**What is required**
Within these entries, which lines include the string "typeof"? Copy each one.

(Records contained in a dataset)
• • • • • • •

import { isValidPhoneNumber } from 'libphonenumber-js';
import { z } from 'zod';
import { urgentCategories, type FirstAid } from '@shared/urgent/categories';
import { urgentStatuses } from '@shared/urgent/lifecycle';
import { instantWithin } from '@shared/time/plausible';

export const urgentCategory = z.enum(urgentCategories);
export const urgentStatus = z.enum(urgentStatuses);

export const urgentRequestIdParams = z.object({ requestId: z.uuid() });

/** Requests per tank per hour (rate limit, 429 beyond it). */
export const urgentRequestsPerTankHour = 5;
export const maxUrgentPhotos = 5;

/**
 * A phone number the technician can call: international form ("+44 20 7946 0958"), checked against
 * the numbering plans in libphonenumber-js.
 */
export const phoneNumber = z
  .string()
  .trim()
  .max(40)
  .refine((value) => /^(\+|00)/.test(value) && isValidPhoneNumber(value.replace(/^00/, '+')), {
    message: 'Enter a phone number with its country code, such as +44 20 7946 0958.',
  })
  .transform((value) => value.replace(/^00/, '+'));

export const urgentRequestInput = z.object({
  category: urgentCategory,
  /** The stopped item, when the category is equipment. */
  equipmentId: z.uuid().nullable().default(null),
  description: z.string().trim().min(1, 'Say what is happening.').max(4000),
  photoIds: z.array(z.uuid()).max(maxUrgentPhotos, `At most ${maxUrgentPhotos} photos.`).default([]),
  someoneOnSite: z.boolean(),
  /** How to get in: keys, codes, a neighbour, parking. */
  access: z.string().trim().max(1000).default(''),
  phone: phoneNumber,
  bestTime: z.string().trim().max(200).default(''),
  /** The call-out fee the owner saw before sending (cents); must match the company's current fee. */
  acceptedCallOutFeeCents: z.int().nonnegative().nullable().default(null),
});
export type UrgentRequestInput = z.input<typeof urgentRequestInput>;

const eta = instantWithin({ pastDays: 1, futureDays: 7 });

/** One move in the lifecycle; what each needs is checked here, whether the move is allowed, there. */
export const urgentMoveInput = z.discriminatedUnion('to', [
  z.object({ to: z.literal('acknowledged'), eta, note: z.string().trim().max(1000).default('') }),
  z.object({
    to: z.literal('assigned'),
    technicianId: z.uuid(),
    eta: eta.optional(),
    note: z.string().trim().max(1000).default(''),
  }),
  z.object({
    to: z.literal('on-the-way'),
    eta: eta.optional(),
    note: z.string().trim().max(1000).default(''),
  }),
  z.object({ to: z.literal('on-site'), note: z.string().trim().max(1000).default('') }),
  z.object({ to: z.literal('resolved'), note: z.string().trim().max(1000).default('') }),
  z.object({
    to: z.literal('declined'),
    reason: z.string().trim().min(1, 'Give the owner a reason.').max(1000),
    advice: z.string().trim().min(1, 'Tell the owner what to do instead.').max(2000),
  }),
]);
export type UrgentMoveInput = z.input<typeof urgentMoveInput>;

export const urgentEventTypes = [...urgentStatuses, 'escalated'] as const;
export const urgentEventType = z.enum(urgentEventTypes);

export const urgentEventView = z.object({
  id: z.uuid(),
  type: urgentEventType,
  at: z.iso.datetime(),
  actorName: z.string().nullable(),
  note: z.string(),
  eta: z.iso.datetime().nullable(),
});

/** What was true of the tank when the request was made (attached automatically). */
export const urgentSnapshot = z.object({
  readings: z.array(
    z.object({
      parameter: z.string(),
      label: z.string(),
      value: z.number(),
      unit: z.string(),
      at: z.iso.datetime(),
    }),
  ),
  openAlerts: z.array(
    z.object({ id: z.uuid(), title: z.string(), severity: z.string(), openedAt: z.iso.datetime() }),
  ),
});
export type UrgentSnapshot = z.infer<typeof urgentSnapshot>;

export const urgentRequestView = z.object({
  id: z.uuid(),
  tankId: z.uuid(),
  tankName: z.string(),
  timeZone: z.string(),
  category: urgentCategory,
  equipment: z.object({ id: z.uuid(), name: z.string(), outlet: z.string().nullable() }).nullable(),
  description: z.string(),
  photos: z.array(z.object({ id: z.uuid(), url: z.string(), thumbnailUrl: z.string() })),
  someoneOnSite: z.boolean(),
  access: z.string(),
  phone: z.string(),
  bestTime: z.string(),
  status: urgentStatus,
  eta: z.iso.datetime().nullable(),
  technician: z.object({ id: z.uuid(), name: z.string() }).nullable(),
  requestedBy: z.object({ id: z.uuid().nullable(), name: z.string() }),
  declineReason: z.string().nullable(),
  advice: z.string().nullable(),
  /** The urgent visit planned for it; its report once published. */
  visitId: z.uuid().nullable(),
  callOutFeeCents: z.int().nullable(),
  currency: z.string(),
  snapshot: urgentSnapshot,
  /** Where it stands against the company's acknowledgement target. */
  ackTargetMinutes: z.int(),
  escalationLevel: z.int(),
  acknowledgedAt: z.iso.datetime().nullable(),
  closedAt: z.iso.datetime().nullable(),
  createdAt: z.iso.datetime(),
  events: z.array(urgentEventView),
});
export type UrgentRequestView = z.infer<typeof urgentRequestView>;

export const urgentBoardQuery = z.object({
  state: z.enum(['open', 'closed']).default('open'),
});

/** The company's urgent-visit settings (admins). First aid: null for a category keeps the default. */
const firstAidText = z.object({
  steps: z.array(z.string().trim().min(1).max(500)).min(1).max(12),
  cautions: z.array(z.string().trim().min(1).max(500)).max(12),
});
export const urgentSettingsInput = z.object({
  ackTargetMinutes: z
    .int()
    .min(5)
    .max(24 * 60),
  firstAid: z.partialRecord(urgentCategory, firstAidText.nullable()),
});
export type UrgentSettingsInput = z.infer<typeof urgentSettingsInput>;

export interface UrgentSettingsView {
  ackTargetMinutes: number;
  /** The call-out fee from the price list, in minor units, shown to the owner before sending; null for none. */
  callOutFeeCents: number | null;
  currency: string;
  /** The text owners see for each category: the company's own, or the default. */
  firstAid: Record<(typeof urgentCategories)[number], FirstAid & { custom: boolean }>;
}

• • • • • • •

**Written reply**
export type UrgentRequestInput = z.input<typeof urgentRequestInput>;
export type UrgentMoveInput = z.input<typeof urgentMoveInput>;
export type UrgentSnapshot = z.infer<typeof urgentSnapshot>;
export type UrgentRequestView = z.infer<typeof urgentRequestView>;
export type UrgentSettingsInput = z.infer<typeof urgentSettingsInput>;
  firstAid: Record<(typeof urgentCategories)[number], FirstAid & { custom: boolean }>;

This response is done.